■ LISTED ENTRIES ■
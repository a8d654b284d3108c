import { Router } from 'express';
import { z } from 'zod';
import { checkoutInputSchema } from '@app/shared';
import type { Env } from '../../config/env';
import { currentUser, requireAuth } from '../../middleware/require-auth';
import { MembershipPlan } from '../../models';
import { toPlanDto } from './dues.presenter';
import { checkoutStatus, startCheckout } from './checkout.service';
import { getMyDues } from './dues.service';

const sessionParam = z.object({
  sessionId: z.string().regex(/^cs_[A-Za-z0-9_]{4,250}$/, 'Unknown checkout'),
});

/** The member's side of dues: plans, what I owe, checkout and its outcome. */
export function duesRouter(env: Env) {
  const r = Router();
  r.use(requireAuth());
  r.get('/plans', async (_req, res) => {
    const plans = await MembershipPlan.findAll({
      where: { active: true },
      order: [['amountMinor', 'DESC']],
    });
    res.json({ data: plans.map(toPlanDto) });
  });
  r.get('/me', async (req, res) => {
    res.json({ data: await getMyDues(currentUser(req)) });
  });
  r.post('/checkout', async (req, res) => {
    const input = checkoutInputSchema.parse(req.body ?? {});
    res.status(201).json({ data: await startCheckout(currentUser(req), input, env) });
  });
  r.get('/checkout/:sessionId', async (req, res) => {
    const { sessionId } = sessionParam.parse(req.params);
    res.json({ data: await checkoutStatus(currentUser(req), sessionId) });
  });
  return r;
}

■ PROBLEM TO SOLVE ■
Each line from the one that contains "its outcome. */" through the end of the material above should be returned exactly, and nothing else.

■ RESPONSE BELOW ■
/** The member's side of dues: plans, what I owe, checkout and its outcome. */
export function duesRouter(env: Env) {
  const r = Router();
  r.use(requireAuth());
  r.get('/plans', async (_req, res) => {
    const plans = await MembershipPlan.findAll({
      where: { active: true },
      order: [['amountMinor', 'DESC']],
    });
    res.json({ data: plans.map(toPlanDto) });
  });
  r.get('/me', async (req, res) => {
    res.json({ data: await getMyDues(currentUser(req)) });
  });
  r.post('/checkout', async (req, res) => {
    const input = checkoutInputSchema.parse(req.body ?? {});
    res.status(201).json({ data: await startCheckout(currentUser(req), input, env) });
  });
  r.get('/checkout/:sessionId', async (req, res) => {
    const { sessionId } = sessionParam.parse(req.params);
    res.json({ data: await checkoutStatus(currentUser(req), sessionId) });
  });
  return r;
}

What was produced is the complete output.